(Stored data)
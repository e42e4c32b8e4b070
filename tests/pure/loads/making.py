"""Invented bases, empty weights and load documents for the tests of the balance. No real aircraft is
meant.
"""

from copy import deepcopy
from dataclasses import replace
from fractions import Fraction
from typing import Any

from fleet.basis import (
    Basis,
    BurnStage,
    Chord,
    Configuration,
    Envelope,
    Limits,
    Phase,
    Place,
    Seat,
    Tank,
    TankTable,
    Zone,
)
from fleet.quantities import Unit
from fleet.sourced import Limit, Source
from fleet.weighing import EmptyFigures
from loads.balance.assess import assess
from loads.balance.declared import read_load

F = Fraction
SOURCE = Source("VP2-FM", "B", "6-4")
ALL_PHASES: tuple[Phase, ...] = ("ramp", "take-off", "landing", "zero fuel")


def limit(value: str | int | None) -> Limit:
    return Limit(None if value is None else F(value), SOURCE)


def limits(**values: str | int | None) -> Limits:
    """Limits by name; what is not named is not entered, and None is shown to be none."""
    names = ("ramp", "take_off", "zero_fuel", "landing", "minimum_flying")
    return Limits(**{name: limit(values[name]) if name in values else None for name in names})


def straight(arm: str | int, capacity: str | int) -> TankTable:
    """A table of arms against volume that is the same arm throughout."""
    return TankTable("volume", "arm", "arm", None, ((F(0), F(arm)), (F(capacity), F(arm))))


def tank(name: str, arm: str | int, capacity: str | int, lateral: str | int = 0) -> Tank:
    return Tank(name, name.lower(), F(capacity), F(lateral), straight(arm, capacity), SOURCE)


def seat(name: str, arm: str | int, lateral: str | int = 0, serves: str = "either", most: Any = 300) -> Seat:
    maximum = None if most == "absent" else limit(most)
    return Seat(name, name.replace("-", " ").lower(), serves, F(arm), F(lateral), maximum, SOURCE)  # type: ignore[arg-type] # words of tests


def place(name: str, arm: str | int, most: Any = 400, lateral: str | int = 0) -> Place:
    maximum = None if most == "absent" else limit(most)
    return Place(name, name.replace("-", " ").lower(), F(arm), F(lateral), maximum, SOURCE)


def envelope(
    *points: tuple[Any, Any],
    plane: str = "arm",
    axis: str = "longitudinal",
    phases: tuple[Phase, ...] = ALL_PHASES,
) -> Envelope:
    exact = tuple((F(x), F(y)) for x, y in points)
    return Envelope(f"{axis}-{plane}", axis, phases, plane, exact, SOURCE)  # type: ignore[arg-type] # words of tests


def twin() -> Basis:
    """A light twin in lb and in: six seats, two holds, four tanks, auxiliaries burn first, a sloping front
    edge.
    """
    seats = (
        seat("COCKPIT-L", 92, -14, "crew"),
        seat("COCKPIT-R", 92, 14),
        seat("ROW1-L", 124, -13),
        seat("ROW1-R", 124, 13),
        seat("ROW2-L", 155, -12, "passenger"),
        seat("ROW2-R", 155, 12, "passenger"),
    )
    places = (place("NOSE-HOLD", 30, 250), place("AFT-HOLD", 190, 300), place("WING-LOCKER", 145, None))
    stages = (BurnStage(("LEFT-AUX", "RIGHT-AUX")), BurnStage(("LEFT-MAIN", "RIGHT-MAIN")))
    weights = limits(ramp=6840, take_off=6800, zero_fuel=6200, landing=6500, minimum_flying=4300)
    everything = tuple(one.id for one in seats)
    full = Configuration(
        "six-seat", "six seats", everything, tuple(p.id for p in places), 1, "wheels", (), (), weights
    )
    freight = replace(full, id="freight", name="freight", seats=everything[:2], places=("AFT-HOLD",))
    return Basis(
        aircraft_type="Vesper 2",
        category="aeroplane",
        engines=2,
        passenger_seats_installed=5,
        weight_unit=Unit.LB,
        length_unit=Unit.IN,
        volume_unit=Unit.US_GAL,
        datum="nose cone",
        chord=Chord(F("109.5"), F(66), SOURCE),
        fits=("wheels",),
        seats=seats,
        places=places,
        zones=(Zone("REAR", "rear floor", ("ROW2-L", "ROW2-R", "AFT-HOLD"), limit(600)),),
        tanks=(
            tank("LEFT-MAIN", 121, 60, -70),
            tank("RIGHT-MAIN", 121, 60, 70),
            tank("LEFT-AUX", 133, 30, -90),
            tank("RIGHT-AUX", 133, 30, 90),
        ),
        burn_order=stages,
        taxi_order=(stages[1],),
        limits=weights,
        envelopes=(envelope((110, 4000), (110, 5200), (116, 6800), (128, 6800), (128, 4000)),),
        lateral_limits_entered=True,
        configurations=(full, freight),
        sample_loads=(),
    )


def twin_empty() -> EmptyFigures:
    return EmptyFigures(F(4350), F("507240.5"), F(1200), "nose cone", "wheels", "weighing")


LOAD: dict[str, Any] = {
    "schema": "tarebook.load/1",
    "aircraft": "Q9-KTB",
    "configuration": "six-seat",
    "flight": {
        "reference": "KT-214",
        "leg": 1,
        "departure": "2026-12-01T08:30:00-06:00",
        "origin": "XNAL",
        "destination": "XKOR",
        "operation": "passenger-charter",
    },
    "persons_on_board": 4,
    "crew": [
        {
            "person": "r.amani",
            "name": "R. Amani",
            "position": "pilot in command",
            "seat": "COCKPIT-L",
            "weight": {"value": 181, "unit": "lb"},
            "how": "weighed",
        }
    ],
    "passengers": [
        {"name": "L. Osei", "seat": "ROW1-L", "weight": {"value": 176, "unit": "lb"}, "how": "declared"},
        {
            "name": "M. Dravo",
            "seat": "ROW1-R",
            "category": "adult",
            "weight": {"value": "71.5", "unit": "kg"},
            "how": "declared",
            "lap_infant": {"name": "I. Dravo", "weight": {"value": 9, "unit": "kg"}, "how": "declared"},
        },
    ],
    "items": [
        {
            "kind": "baggage",
            "what": "checked bags",
            "place": "AFT-HOLD",
            "weight": {"value": 120, "unit": "lb"},
            "how": "weighed",
        }
    ],
    "fuel": {
        "density": {"value": "6.0", "unit": "lb/US gal", "source": "delivery note 4471"},
        "at_engine_start": {
            "LEFT-MAIN": {"value": 50, "unit": "US gal"},
            "RIGHT-MAIN": {"value": 50, "unit": "US gal"},
            "LEFT-AUX": {"value": 15, "unit": "US gal"},
            "RIGHT-AUX": {"value": 15, "unit": "US gal"},
        },
        "not_usable": {},
        "taxi": {"value": 24, "unit": "lb"},
        "trip": {"value": 420, "unit": "lb"},
        "minimum_at_landing": {"value": 240, "unit": "lb"},
    },
    "limits": [{"at": "take-off", "weight": {"value": 6700, "unit": "lb"}, "source": "performance sheet 12"}],
}


def load(**changes: Any) -> dict[str, Any]:
    """A fresh copy of a sound load for the twin, with top fields exchanged."""
    return {**deepcopy(LOAD), **changes}


def result_of(document: Any = None, basis: Basis | None = None, empty: Any = "twin") -> Any:
    """Read and assess a load, by default the sound one, on the twin with its empty weight."""
    basis = basis or twin()
    declared = read_load(document or load(), basis)
    return assess(declared, basis, twin_empty() if empty == "twin" else empty)


def with_limits(**values: str | int | None) -> Basis:
    """The twin with other limits of weight."""
    basis = twin()
    weights = limits(**values)
    return replace(
        basis,
        limits=weights,
        configurations=tuple(replace(one, limits=weights) for one in basis.configurations),
    )


ROOMY = {"ramp": 9000, "take_off": 9000, "zero_fuel": 9000, "landing": 9000, "minimum_flying": 1000}
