"""Of several states of a load the worst check counts: over the flight, and at both ends of rails."""

from dataclasses import replace
from fractions import Fraction

import pytest

from fleet.stations import Rail
from loads.balance.declared import read_load
from loads.balance.flown import along_rails, at_ends_of_rails, states_aboard, worst_of_each
from loads.balance.over_flight import after, as_seat, coming_items, coming_people, over_flight
from loads.balance.rails import RailEnd, rail_ends, worse_of
from loads.balance.result import Check
from tests.pure.loads.making import SOURCE
from tests.pure.loads.round_figures import q, round_basis, round_load

F = Fraction


def check(outcome, room=None, code="weight.test", text="", **more):
    return Check(code, "a check", outcome, margin_text=text, room=None if room is None else F(room), **more)


# Rising: each is worse than all that follow.
WORST_FIRST = [
    check("fail"),
    check("fail", -7),
    check("fail", -2),
    check("unresolved", -1),
    check("unresolved", 4),
    check("unresolved"),
    check("pass", 0),
    check("pass", 3),
    check("pass"),
    check("advisory", 1),
    check("advisory"),
]


@pytest.mark.parametrize("place", range(len(WORST_FIRST) - 1))
def test_of_two_states_the_worse_check_counts_whichever_comes_first(place):
    worse, better = WORST_FIRST[place], WORST_FIRST[place + 1]

    for runs in ([("", [worse]), ("", [better])], [("", [better]), ("", [worse])]):
        assert worst_of_each(runs) == [worse]


def test_the_worst_check_says_when_and_of_equals_the_first_is_kept():
    at_start = [check("pass", 3, text="3 lb below"), check("pass", 1, "tank.a", "1 gal left")]
    later = [check("pass", 2, "tank.a"), check("pass", 3, text="later"), check("fail", -1, "new", "1 lb")]

    found = worst_of_each([("", at_start), ("after event 1", later), ("after event 2", at_start)])

    assert found == [*at_start, check("fail", -1, "new", "1 lb, after event 1")]
    assert worst_of_each([("after event 1", [check("pass", 5)])]) == [check("pass", 5, text="after event 1")]


FORE, AFT = RailEnd("forward", F(-100), F(0)), RailEnd("aft", F(300), F(1))
HALF = RailEnd("between forward and aft", F(100), F(1, 2))


def at_ends(fore, aft, told=None, between=(), *, apart=False):
    """The one check told of both ends, and of what is between."""
    inside = [(HALF, [each]) for each in between]
    (found,) = worse_of([told or fore], [(FORE, [fore]), (AFT, [aft])], inside, apart=apart)
    return found


@pytest.mark.parametrize(
    "code",
    ["cg.landing", "path.longitudinal", "path.zero-fuel", "lateral-by-cg.landing", "path.lateral-by-cg"],
)
def test_of_both_ends_of_the_rails_the_worse_counts_and_is_named(code):
    near, far = check("pass", 1, code, "1 in left"), check("pass", 4, code, "4 in left")
    broken = check("fail", -1, code, "1 in beyond")

    assert at_ends(near, far) == near._replace(margin_text="1 in left, seats on rails forward")
    assert at_ends(far, near) == near._replace(margin_text="1 in left, seats on rails aft")
    assert at_ends(near, near).margin_text == "1 in left, seats on rails forward"
    assert at_ends(near, broken) == broken._replace(margin_text="1 in beyond, seats on rails aft")
    assert at_ends(check("unresolved", None, code), near).outcome == "unresolved"
    assert at_ends(near, check("pass", None, code, "no figure")).margin_text.startswith("no figure, seats")


@pytest.mark.parametrize("told", [check("pass", 1, "weight.landing"), check("advisory", 1, "cg.landing")])
def test_what_no_seat_moves_is_told_as_it_was(told):
    other = check("fail", -5, told.code)

    assert at_ends(other, other, told) == told


@pytest.mark.parametrize("code", ["lateral-by-cg.landing", "path.lateral-by-cg"])
def test_a_limit_kept_at_both_ends_and_broken_between_is_broken(code):
    kept, broken = check("pass", 4, code, "kept"), check("fail", -1, code, "1 in beyond", what_next="Fix.")

    found = at_ends(kept, kept, between=[kept, broken])

    assert found == broken._replace(
        margin_text="1 in beyond, seats on rails between forward and aft",
        what_next="State where the seats on rails stand.",
    )
    assert at_ends(kept, kept, between=[kept, kept]).margin_text == "kept, seats on rails forward"
    assert at_ends(kept, broken, between=[broken]).what_next == "Fix."
    along = check("pass", 4, "cg.landing", "kept")
    assert at_ends(along, along, between=[check("fail", -1, "cg.landing")]).outcome == "pass"


def test_both_ends_in_different_parts_of_an_envelope_are_not_resolved():
    one = check("pass", 1, "cg.landing", "1 in left", low="100", limit="104")
    other = check("pass", 2, "cg.landing", "2 in left", low="108", limit="112")

    apart = at_ends(one, other)

    assert apart == one._replace(
        outcome="unresolved",
        what_next="State where the seats on rails stand.",
        margin_text="forward and aft lie in different parts of the envelope, seats on rails forward",
    )
    assert at_ends(one, one).outcome == "pass"
    assert at_ends(one, other._replace(low="100")).outcome == "unresolved"
    assert at_ends(one._replace(outcome="fail"), other).margin_text == "1 in left, seats on rails forward"
    across = [each._replace(code="lateral-by-cg.landing") for each in (one, other)]
    assert at_ends(*across).outcome == "pass"


def test_along_the_burn_it_is_told_whether_the_ends_lie_apart():
    one = check("pass", 1, "path.longitudinal", "1 in left", low="100")
    other = one._replace(low="108")

    assert at_ends(one, other).outcome == "pass"
    assert at_ends(one, one, apart=True).outcome == "unresolved"
    cg = one._replace(code="cg.landing")
    assert at_ends(cg, cg, apart=True).outcome == "pass"


def railed(jumpers=2, sequence=None):
    """A load whose first seat can stand from 104 in to 120 in; nobody stated where."""
    basis = round_basis()
    seats = tuple(
        replace(seat, rail=Rail(F(104), F(120), (), SOURCE)) if seat.id == "S1" else seat
        for seat in basis.seats
    )
    basis = replace(basis, seats=seats)
    more = {} if sequence is None else {"sequence": sequence}
    return read_load(round_load(jumpers, **more), basis)


def test_the_ends_of_the_rails_are_told_by_what_they_add_to_the_moment():
    # 200 lb at 110 in: 6 in forward, 10 in aft.
    assert rail_ends(railed()) == (RailEnd("forward", F(-1200), F(0)), RailEnd("aft", F(2000), F(1)))
    assert rail_ends(read_load(round_load(2), round_basis())) == ()


@pytest.mark.parametrize(("share", "arm"), [(F(0), 104), (F(1, 4), 108), (F(1), 120)])
def test_seats_on_rails_are_moved_by_a_share_of_the_way_and_no_others(share, arm):
    declared = railed()

    moved = along_rails(declared, share)

    assert [person.seat.arm for person in (*moved.crew, *moved.passengers)] == [90, arm, 110]
    assert replace(moved, passengers=declared.passengers) == declared


def test_both_ends_are_shares_of_nothing_and_of_all():
    declared = railed()

    assert at_ends_of_rails(declared, "forward") == along_rails(declared, F(0))
    assert at_ends_of_rails(declared, "aft") == along_rails(declared, F(1))


def test_a_load_is_told_in_each_state_it_has_over_the_flight_once():
    steps = [
        {"after_burning": q(10), "leave": [{"seat": "S1"}]},
        {"after_burning": q(20), "move": [{"seat": "S2", "to": "S3"}]},
    ]
    declared = read_load(round_load(2, sequence=steps), round_basis())

    told = states_aboard(declared)

    assert [when for when, _ in told] == ["", "after event 1", "after event 2"]
    assert [[one.seat.id for one in aboard.passengers] for _, aboard in told] == [
        ["S1", "S2"],
        ["S2"],
        ["S3"],
    ]
    assert told[0][1] is declared
    assert over_flight(declared) == tuple(aboard for _, aboard in told)
    plain = read_load(round_load(2), round_basis())
    assert states_aboard(plain) == [("", plain)]


def test_of_an_item_some_may_leave_all_may_leave_and_it_may_be_moved():
    bags = {"place": "HOLD", "what": "bags"}
    steps = [
        {"after_burning": q(10), "leave": [bags | {"weight": q(30)}]},
        {"after_burning": q(20), "move": [bags | {"to": "DOOR"}]},
        {"after_burning": q(30), "leave": [bags]},
    ]
    declared = read_load(
        round_load(items=[("bags", "HOLD", 100), ("net", "HOOK", 40)], sequence=steps), round_basis()
    )

    told = [[(one.what, one.place.id, one.weight) for one in each.items] for each in over_flight(declared)]

    net = ("net", "HOOK", 40)
    assert told == [
        [("bags", "HOLD", 100), net],
        [("bags", "HOLD", 70), net],
        [("bags", "DOOR", 70), net],
        [net],
    ]
    assert (coming_people(declared), coming_items(declared)) == ((), ())


def test_an_event_that_moves_nobody_leaves_the_load_the_very_same():
    steps = [{"after_burning": q(10), "leave": [{"seat": "S1"}]}]
    declared = read_load(round_load(1, sequence=steps), round_basis())
    nothing = replace(declared.sequence[0], leaving=())

    assert after(declared, nothing) is declared


def test_a_place_is_a_seat_for_somebody_who_stands_there():
    basis = round_basis()
    door, seat = basis.places[0], basis.seats[1]

    assert as_seat(seat) is seat
    stood = as_seat(replace(door, lateral_arm=F(7)))
    assert (stood.id, stood.name, stood.serves, stood.arm, stood.lateral_arm) == (
        "DOOR",
        "door",
        "either",
        140,
        7,
    )
    assert (stood.maximum, stood.source, stood.rail) == (door.maximum, SOURCE, None)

What is required - Each line of the entries that holds "weighing" should be counted, and only the total given.

Expected answer - 2